In the entries that follow, the first line to write out is the one containing "relativeHumidityPercent: number;", and the last is the one containing "const SHOWER_SUN_FRACTION = 0.2;". Reproduce that stretch exactly, with nothing before or after it.

■ Given entries
+--

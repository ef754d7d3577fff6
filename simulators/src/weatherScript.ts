/**
 * The scripted weather of a scenario at an instant: a daily cycle of air temperature, humidity
 * and sun, plus the scripted events (a dry wind rising, a shower). Deterministic: the station
 * adds its own noise and gusts on top, and the hidden truth sees these mean values.
 */
import type { ScenarioWeather } from './scenarioSchema.ts';

/** Mean weather at one instant, at the station's mast. */
export interface ScriptedWeather {
  airTemperatureC: number;
  relativeHumidityPercent: number;
  /** Mean wind at mast height (before gusts), m/s. */
  windMS: number;
  solarWm2: number;
  rainMmH: number;
}

const MS_PER_HOUR = 3_600_000;
/** Time after a shower over which temperature and humidity return to the cycle, h (our assumption). */
const SHOWER_RECOVERY_H = 0.5;
/** Fraction of the sun left under a shower's cloud (our assumption). */
const SHOWER_SUN_FRACTION = 0.2;

/**
 * Local hour of day, 0..24, of an instant.
 *
 * @param timeMs - ms since the Unix epoch
 * @param utcOffsetMin - local offset from UTC, min
 */
export function localHourOfDay(timeMs: number, utcOffsetMin: number): number {
  const hours = (timeMs / MS_PER_HOUR + utcOffsetMin / 60) % 24;
  return hours < 0 ? hours + 24 : hours;
}

/**
 * Fraction of the daily air-temperature swing, 0 at the coolest hour and 1 at the warmest:
 * half-cosine rise from coolest to warmest, half-cosine fall to the next coolest hour.
 * A common two-part cosine shape of the diurnal cycle (common practice). Equal coolest and
 * warmest hours give 0.
 */
export function diurnalFraction(hour: number, coolestAtH: number, warmestAtH: number): number {
  const rise = (((warmestAtH - coolestAtH) % 24) + 24) % 24;
  if (rise === 0) return 0;
  const sinceCoolest = (((hour - coolestAtH) % 24) + 24) % 24;
  if (sinceCoolest <= rise) return (1 - Math.cos((Math.PI * sinceCoolest) / rise)) / 2;
  const fall = 24 - rise;
  return (1 + Math.cos((Math.PI * (sinceCoolest - rise)) / fall)) / 2;
}

/** Strength 0..1 of an event with linear ramps of `rampMs` at both ends. */
function rampedStrength(timeMs: number, startMs: number, endMs: number, rampMs: number): number {
  if (timeMs <= startMs || timeMs >= endMs + rampMs) return 0;
  if (rampMs <= 0) return timeMs < endMs ? 1 : 0;
  if (timeMs < startMs + rampMs) return (timeMs - startMs) / rampMs;
  if (timeMs <= endMs) return 1;
  return 1 - (timeMs - endMs) / rampMs;
}

/**
 * The scripted weather at `timeMs`.
 *
 * Daily cycle: T = Tmin + f (Tmax - Tmin) and RH = RHcool + f (RHwarm - RHcool) with f from
 * {@link diurnalFraction}; sun S = S0 sin(pi (h - sunrise) / (sunset - sunrise)) between
 * sunrise and sunset, 0 otherwise (clear sky, our assumption). A dry wind blends the wind up to
 * its strength and lowers RH / raises T, ramped at both ends; a shower rains, raises RH to its
 * humidity, cools the air and dims the sun, with the air recovering over half an hour.
 * RH is kept within 1..100 %; wind, sun and rain are never negative.
 *
 * @param weather - the scenario's weather block
 * @param timeMs - event time, ms since the Unix epoch
 * @param utcOffsetMin - local offset from UTC of the scenario, min
 */
export function scriptedWeatherAt(
  weather: ScenarioWeather,
  timeMs: number,
  utcOffsetMin: number,
): ScriptedWeather {
  const hour = localHourOfDay(timeMs, utcOffsetMin);
  const fraction = diurnalFraction(hour, weather.coolestAtH, weather.warmestAtH);
  let airTemperatureC =
    weather.airTemperatureMinC +
    fraction * (weather.airTemperatureMaxC - weather.airTemperatureMinC);
  let relativeHumidityPercent =
    weather.humidityAtCoolestPercent +
    fraction * (weather.humidityAtWarmestPercent - weather.humidityAtCoolestPercent);
  let windMS = weather.windMS;
  const daylight = weather.sunsetH - weather.sunriseH;
  let solarWm2 =
    daylight > 0 && hour > weather.sunriseH && hour < weather.sunsetH
      ? weather.solarNoonWm2 * Math.sin((Math.PI * (hour - weather.sunriseH)) / daylight)
      : 0;
  let rainMmH = 0;
  for (const event of weather.events) {
    const startMs = Date.parse(event.startAt);
    const endMs = Date.parse(event.endAt);
    if (event.kind === 'dry-wind') {
      const strength = rampedStrength(timeMs, startMs, endMs, event.rampMin * 60_000);
      windMS += strength * Math.max(0, event.windMS - windMS);
      relativeHumidityPercent -= strength * event.humidityDropPercent;
      airTemperatureC += strength * event.temperatureRiseK;
    } else {
      const raining = timeMs >= startMs && timeMs < endMs;
      const recoveryMs = SHOWER_RECOVERY_H * MS_PER_HOUR;
      const recovery =
        timeMs < startMs || timeMs >= endMs + recoveryMs
          ? 0
          : raining
            ? 1
            : 1 - (timeMs - endMs) / recoveryMs;
      if (raining) {
        rainMmH += event.rainMmH;
        solarWm2 *= SHOWER_SUN_FRACTION;
      }
      relativeHumidityPercent +=
        recovery * Math.max(0, event.humidityPercent - relativeHumidityPercent);
      airTemperatureC -= recovery * event.temperatureDropK;
    }
  }
  return {
    airTemperatureC,
    relativeHumidityPercent: Math.min(100, Math.max(1, relativeHumidityPercent)),
    windMS: Math.max(0, windMS),
    solarWm2: Math.max(0, solarWm2),
    rainMmH: Math.max(0, rainMmH),
  };
}
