/**
 * The hidden truth on the server's own element drying model (server/src/engine), built from the
 * scenario's material preset on a finer grid and with its own hidden parameters (permeability
 * and exposure multipliers), advanced in event time under the scripted weather and the measure
 * log. No drying physics lives here: this file only feeds the engine and reads its profile.
 */
import {
  createElementModel,
  evaluateElement,
  loadMaterialPreset,
} from '../../server/src/engine/index.ts';
import type { ElementModel, ElementState } from '../../server/src/engine/index.ts';
import type { CuringMeasure } from '../../server/src/physics/index.ts';
import { windSpeedAtUnoHeight } from '../../server/src/physics/index.ts';
import type { HiddenTruth, TruthWeather } from './hiddenTruth.ts';
import type { Scenario } from './scenarioSchema.ts';
import { ThermalField, interpolate } from './thermalField.ts';

/** Rain rate above which a shower keeps the surface wet like a covering, mm/h (our assumption). */
export const RAIN_WETS_SURFACE_MMH = 0.5;
const KELVIN_OFFSET = 273.15;

/**
 * A hidden truth on the engine.
 *
 * @param truth - the scenario's `truth` block
 * @param probeDepthsMm - depths the probes sample; the thermal field tracks them
 */
export function createEngineTruth(
  truth: Scenario['truth'],
  probeDepthsMm: readonly number[],
): HiddenTruth {
  const model: ElementModel = createElementModel({
    material: loadMaterialPreset(truth.material),
    thicknessM: truth.thicknessMm / 1000,
    dryingCase: truth.drying,
    stressMode: truth.restraint.mode,
    restraintDegree: truth.restraint.degree,
    options: {
      cellCount: truth.cellCount,
      permeabilityMultiplier: truth.permeabilityMultiplier,
      surface: { exposureMultiplier: truth.exposureMultiplier },
      initialBleedFilmKgM2: truth.initialBleedFilmKgM2,
    },
  });
  const placedAtMs = Date.parse(truth.placedAt);
  const state: ElementState = model.initialState(truth.placementTemperatureC + KELVIN_OFFSET);
  const thermal = new ThermalField({
    depthsMm: [...probeDepthsMm, 10, 25, 50, truth.thicknessMm],
    initialTemperatureC: truth.placementTemperatureC,
    solarGainKPerKWm2: truth.solarGainKPerKWm2,
    surfaceLagS: truth.surfaceLagMin * 60,
  });
  const centresMm = Array.from(model.grid.centresM, (depthM) => depthM * 1000);
  let timeMs = placedAtMs;
  let lastEvaporationKgM2h = 0;

  /** Depth in the modelled domain: two-face elements are symmetric about the middle. */
  const domainDepthMm = (depthMm: number): number =>
    truth.drying === 'two-face' ? Math.min(depthMm, truth.thicknessMm - depthMm) : depthMm;

  return {
    kind: 'engine',
    get timeMs() {
      return timeMs;
    },
    advanceTo(targetMs: number, weather: TruthWeather, activeMeasures: readonly CuringMeasure[]) {
      const stepMs = truth.stepS * 1000;
      const measures: CuringMeasure[] = [...activeMeasures];
      if (weather.rainMmH > RAIN_WETS_SURFACE_MMH) {
        measures.push({ kind: 'wet-covering', startMs: timeMs });
      }
      while (timeMs < targetMs) {
        const nextMs = Math.min(targetMs, timeMs + stepMs);
        thermal.step((nextMs - timeMs) / 1000, weather.airTemperatureC, weather.solarWm2);
        model.advanceTo(state, (nextMs - placedAtMs) / 1000, {
          airTemperatureK: weather.airTemperatureC + KELVIN_OFFSET,
          relativeHumidity: weather.relativeHumidityPercent / 100,
          windMS: Math.max(0, windSpeedAtUnoHeight(weather.windAtMastMS, weather.mastHeightM)),
          surfaceTemperatureK: thermal.temperatureCAt(0) + KELVIN_OFFSET,
          probeTemperatures: thermal.profile().map((point) => ({
            depthM: point.depthMm / 1000,
            temperatureK: point.temperatureC + KELVIN_OFFSET,
          })),
          activeMeasures: measures,
        });
        lastEvaporationKgM2h = state.lastEvaporationKgM2s * 3600;
        timeMs = nextMs;
      }
    },
    relativeHumidityPercentAt(depthMm: number) {
      const pressures = state.transport.pressurePa;
      const humidities = centresMm.map(
        (_, cell) =>
          100 * model.hydraulics.relativeHumidity(cell, Math.min(0, pressures[cell] as number)),
      );
      return interpolate(centresMm, humidities, domainDepthMm(depthMm));
    },
    temperatureCAt(depthMm: number) {
      return thermal.temperatureCAt(depthMm);
    },
    evaporationKgM2h() {
      return lastEvaporationKgM2h;
    },
    surfaceSuctionPa() {
      return Math.max(0, -(state.transport.pressurePa[0] as number));
    },
    riskFigures() {
      if (timeMs <= placedAtMs) return null;
      const figures = evaluateElement(model, state);
      return {
        phase: figures.phase,
        utilization: figures.utilization,
        marginPa: figures.marginPa,
      };
    },
  };
}
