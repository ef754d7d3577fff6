/**
 * Seeded random draws for the simulators (Mersenne Twister through @stdlib): the same seed gives
 * the same noise, gusts and dropouts, so a scenario replays identically. Each device draws from
 * its own stream, derived from the scenario seed and the device id, so adding a device does not
 * change the readings of the others.
 */
import normal from '@stdlib/random-base-normal';
import uniform from '@stdlib/random-base-uniform';

/** Random draws of one stream. */
export interface SeededRandom {
  /** A draw from N(mean, sd); sd 0 returns mean. */
  normal(mean: number, sd: number): number;
  /** A draw from U[0, 1). */
  uniform(): number;
}

/**
 * FNV-1a hash of a text, 32 bit: mixes a device id into the scenario seed.
 * Source: Fowler, Noll and Vo, FNV hash (public domain), offset basis 2166136261, prime 16777619.
 */
export function fnv1a32(text: string): number {
  let hash = 2166136261;
  for (let index = 0; index < text.length; index += 1) {
    hash ^= text.charCodeAt(index);
    hash = Math.imul(hash, 16777619) >>> 0;
  }
  return hash >>> 0;
}

/**
 * A stream seeded from `seed` and `streamName`.
 *
 * @param seed - scenario seed, a whole number 0..2^32-1
 * @param streamName - e.g. the device id; different names give independent-looking streams
 */
export function seededRandom(seed: number, streamName: string): SeededRandom {
  // MT19937 takes a seed in 1..2^32-1: zero is mapped to 1.
  const streamSeed = (seed ^ fnv1a32(streamName)) >>> 0 || 1;
  const normalDraw = normal.factory({ seed: streamSeed });
  const uniformDraw = uniform.factory(0, 1, { seed: (streamSeed ^ 0x9e3779b9) >>> 0 || 1 });
  return {
    normal: (mean, sd) => (sd > 0 ? normalDraw(mean, sd) : mean),
    uniform: () => uniformDraw(),
  };
}
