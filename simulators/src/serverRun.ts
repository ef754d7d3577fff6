/**
 * The scenario's run on a Meniscus server, over its HTTP API: created from run.json with
 * `POST /api/runs`, or found among `GET /api/runs` when the archive already holds it (open, same
 * site, name and placement time), and the crew's measures logged on it with
 * `POST /api/runs/:id/measures` as the play reaches them. Shared by `npm run demo` and the
 * simulators' `--server` flag.
 */
import type { RunConfig } from '../../server/src/config/index.ts';
import type { ScenarioMeasure } from './scenarioSchema.ts';

/** Who the simulators log measures as. */
export const DEMO_CREW = 'Crew lead, level 3 (demo)';

/** The run the play goes into. */
export interface ServerRun {
  runId: string;
  /** True when the archive already held the run (the play goes into it; readings stored once). */
  existing: boolean;
}

export interface FindOrCreateOptions {
  /**
   * How long to keep retrying while the server cannot be reached (connection refused, e.g. a
   * container still starting), ms: 0, one attempt (our assumption: the demo starts the server
   * itself). HTTP errors are not retried.
   */
  waitMs?: number;
  /** Called once, when the first attempt could not reach the server and retries begin. */
  onWaiting?: (why: string) => void;
}

/** Calls the server's API at `${baseUrl}/api${path}` with JSON headers. */
export async function api(
  baseUrl: string,
  path: string,
  init: RequestInit = {},
): Promise<Response> {
  return fetch(`${baseUrl}/api${path}`, {
    ...init,
    headers: { 'content-type': 'application/json', accept: 'application/json' },
  });
}

/** A scenario measure as the body of POST /api/runs/:id/measures, logged by `loggedBy`. */
export function measureBody(
  measure: ScenarioMeasure,
  loggedBy: string = DEMO_CREW,
): Record<string, unknown> {
  return {
    kind: measure.kind,
    startAt: measure.startAt,
    ...(measure.endAt === undefined ? {} : { endAt: measure.endAt }),
    ...(measure.kind === 'curing-compound' && measure.efficiency !== undefined
      ? { efficiency: measure.efficiency }
      : {}),
    ...(measure.kind === 'fogging' && measure.relativeHumidity !== undefined
      ? { relativeHumidity: measure.relativeHumidity }
      : {}),
    ...(measure.kind === 'windbreak' && measure.windFactor !== undefined
      ? { windFactor: measure.windFactor }
      : {}),
    loggedBy,
    ...(measure.note === undefined ? {} : { note: measure.note }),
  };
}

/** GET /api/runs, retrying unreachable servers for `waitMs`. */
async function listRuns(baseUrl: string, options: FindOrCreateOptions): Promise<Response> {
  const deadline = Date.now() + (options.waitMs ?? 0);
  let waiting = false;
  for (;;) {
    try {
      return await api(baseUrl, '/runs');
    } catch (error) {
      const why = (error as Error & { cause?: Error }).cause?.message ?? (error as Error).message;
      if (Date.now() >= deadline) {
        throw new Error(`the server at ${baseUrl} cannot be reached: ${why}`, { cause: error });
      }
      if (!waiting) options.onWaiting?.(why);
      waiting = true;
      await new Promise((resolve) => setTimeout(resolve, Math.min(1000, options.waitMs ?? 0)));
    }
  }
}

/**
 * Finds the open run of this run configuration on the server (same site, name and placement
 * time), or creates it from `runConfigInput` (run.json as read).
 *
 * @throws Error naming the HTTP status and body when listing or creating fails, or the server
 *   when it stays unreachable past `waitMs`
 */
export async function findOrCreateRun(
  baseUrl: string,
  runConfig: RunConfig,
  runConfigInput: unknown,
  options: FindOrCreateOptions = {},
): Promise<ServerRun> {
  const listing = await listRuns(baseUrl, options);
  if (listing.status !== 200) {
    throw new Error(
      `listing the runs failed: HTTP ${listing.status} ${(await listing.text()).slice(0, 200)}`,
    );
  }
  const listed = (await listing.json()) as {
    runs: { id: string; site: string; name: string; placedAt: string; closedAt: string | null }[];
  };
  const existing = listed.runs.find(
    (run) =>
      run.site === runConfig.site &&
      run.name === runConfig.name &&
      Date.parse(run.placedAt) === Date.parse(runConfig.placedAt) &&
      run.closedAt === null,
  );
  if (existing !== undefined) return { runId: existing.id, existing: true };
  const created = await api(baseUrl, '/runs', {
    method: 'POST',
    body: JSON.stringify(runConfigInput),
  });
  const body = (await created.json().catch(() => ({}))) as { id?: string; error?: unknown };
  if (created.status !== 201 || body.id === undefined) {
    throw new Error(`creating the run failed: HTTP ${created.status} ${JSON.stringify(body)}`);
  }
  return { runId: body.id, existing: false };
}

/**
 * Closes a run (`POST /api/runs/:id/close`, closed by the demo crew) with `note`.
 *
 * @throws Error naming the HTTP status and body when the server refuses
 */
export async function closeRun(baseUrl: string, runId: string, note: string): Promise<void> {
  const response = await api(baseUrl, `/runs/${runId}/close`, {
    method: 'POST',
    body: JSON.stringify({ closedBy: DEMO_CREW, note }),
  });
  if (response.status !== 200) {
    throw new Error(
      `closing run ${runId} failed: HTTP ${response.status} ${(await response.text()).slice(0, 200)}`,
    );
  }
}

/**
 * A measure logger for onMeasureStart: posts each measure to the run. A failure does not stop
 * the play; the first one is reported through `report` as "(the server did not log the
 * measure: <why>)", later ones silently.
 */
export function measureLogger(
  baseUrl: string,
  runId: string,
  report: (line: string) => void,
): (measure: ScenarioMeasure) => Promise<void> {
  let problemShown = false;
  return async (measure) => {
    const response = await api(baseUrl, `/runs/${runId}/measures`, {
      method: 'POST',
      body: JSON.stringify(measureBody(measure)),
    }).catch((error: unknown) => `${(error as Error).message}`);
    if (typeof response === 'string' || response.status !== 201) {
      const why =
        typeof response === 'string'
          ? response
          : `HTTP ${response.status} ${(await response.text()).slice(0, 200)}`;
      if (!problemShown) report(`(the server did not log the measure: ${why})`);
      problemShown = true;
    }
  };
}
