/**
 * A SIMPLE STAND-IN for the hidden truth, NOT a drying model: it lets the simulators' plumbing
 * (sampling, noise, packs, MQTT) be tested without the engine. The demo never uses it, nor does
 * the demo's acceptance test.
 *
 * Its rule (our assumption, chosen only to move plausibly with the weather): a dryness index D,
 * in % RH, grows with the potential evaporation of a wet surface and relaxes back when the
 * surface is covered or fogged,
 *   dD/dt = k_e E - D / tau,   RH(d) = 100 - D exp(-d / delta)
 * with k_e = 6 %RH per kg/m2 of water evaporated (our assumption), tau = 6 h, delta = 8 mm, D at
 * most 60. E is Uno's (1998) estimate from the physics library. Temperatures follow the
 * scripted thermal field.
 */
import { curingBoundaryInputs, type CuringMeasure } from '../../server/src/physics/index.ts';
import { evaporationFluxKgM2s } from '../../server/src/physics/index.ts';
import { windSpeedAtUnoHeight } from '../../server/src/physics/index.ts';
import type { HiddenTruth, TruthWeather } from './hiddenTruth.ts';
import type { Scenario } from './scenarioSchema.ts';
import { ThermalField } from './thermalField.ts';

const DRYNESS_PER_KG_M2 = 6;
const RELAX_S = 6 * 3600;
const DECAY_DEPTH_MM = 8;
const MAX_DRYNESS = 60;
const KELVIN_OFFSET = 273.15;

/** The stand-in truth; see the file comment. Tests of the simulators only. */
export function createStandInTruth(
  truth: Scenario['truth'],
  probeDepthsMm: readonly number[],
): HiddenTruth {
  const thermal = new ThermalField({
    depthsMm: [...probeDepthsMm, truth.thicknessMm],
    initialTemperatureC: truth.placementTemperatureC,
    solarGainKPerKWm2: truth.solarGainKPerKWm2,
    surfaceLagS: truth.surfaceLagMin * 60,
  });
  let timeMs = Date.parse(truth.placedAt);
  let dryness = 0;
  let evaporationKgM2s = 0;
  return {
    kind: 'stand-in',
    get timeMs() {
      return timeMs;
    },
    advanceTo(targetMs: number, weather: TruthWeather, activeMeasures: readonly CuringMeasure[]) {
      while (timeMs < targetMs) {
        const nextMs = Math.min(targetMs, timeMs + truth.stepS * 1000);
        const stepS = (nextMs - timeMs) / 1000;
        thermal.step(stepS, weather.airTemperatureC, weather.solarWm2);
        const surface = curingBoundaryInputs(activeMeasures, {
          windKmH: 3.6 * windSpeedAtUnoHeight(weather.windAtMastMS, weather.mastHeightM),
          relativeHumidity: weather.relativeHumidityPercent / 100,
        });
        const held = surface.heldSaturated || weather.rainMmH > 0.5;
        evaporationKgM2s = held
          ? 0
          : Math.max(
              0,
              surface.fluxMultiplier *
                evaporationFluxKgM2s({
                  airTemperatureK: weather.airTemperatureC + KELVIN_OFFSET,
                  concreteTemperatureK: thermal.temperatureCAt(0) + KELVIN_OFFSET,
                  relativeHumidity: surface.relativeHumidity,
                  windMS: surface.windKmH / 3.6,
                }),
            );
        dryness += stepS * (DRYNESS_PER_KG_M2 * evaporationKgM2s - dryness / RELAX_S);
        dryness = Math.min(MAX_DRYNESS, Math.max(0, dryness));
        timeMs = nextMs;
      }
    },
    relativeHumidityPercentAt(depthMm: number) {
      return 100 - dryness * Math.exp(-Math.max(0, depthMm) / DECAY_DEPTH_MM);
    },
    temperatureCAt(depthMm: number) {
      return thermal.temperatureCAt(depthMm);
    },
    evaporationKgM2h() {
      return evaporationKgM2s * 3600;
    },
    surfaceSuctionPa() {
      return Number.NaN;
    },
    riskFigures() {
      return null;
    },
  };
}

+--

■ Solution to this problem
  relativeHumidityPercent: number;
  /** Mean wind at mast height (before gusts), m/s. */
  windMS: number;
  solarWm2: number;
  rainMmH: number;
}

const MS_PER_HOUR = 3_600_000;
/** Time after a shower over which temperature and humidity return to the cycle, h (our assumption). */
const SHOWER_RECOVERY_H = 0.5;
/** Fraction of the sun left under a shower's cloud (our assumption). */
const SHOWER_SUN_FRACTION = 0.2;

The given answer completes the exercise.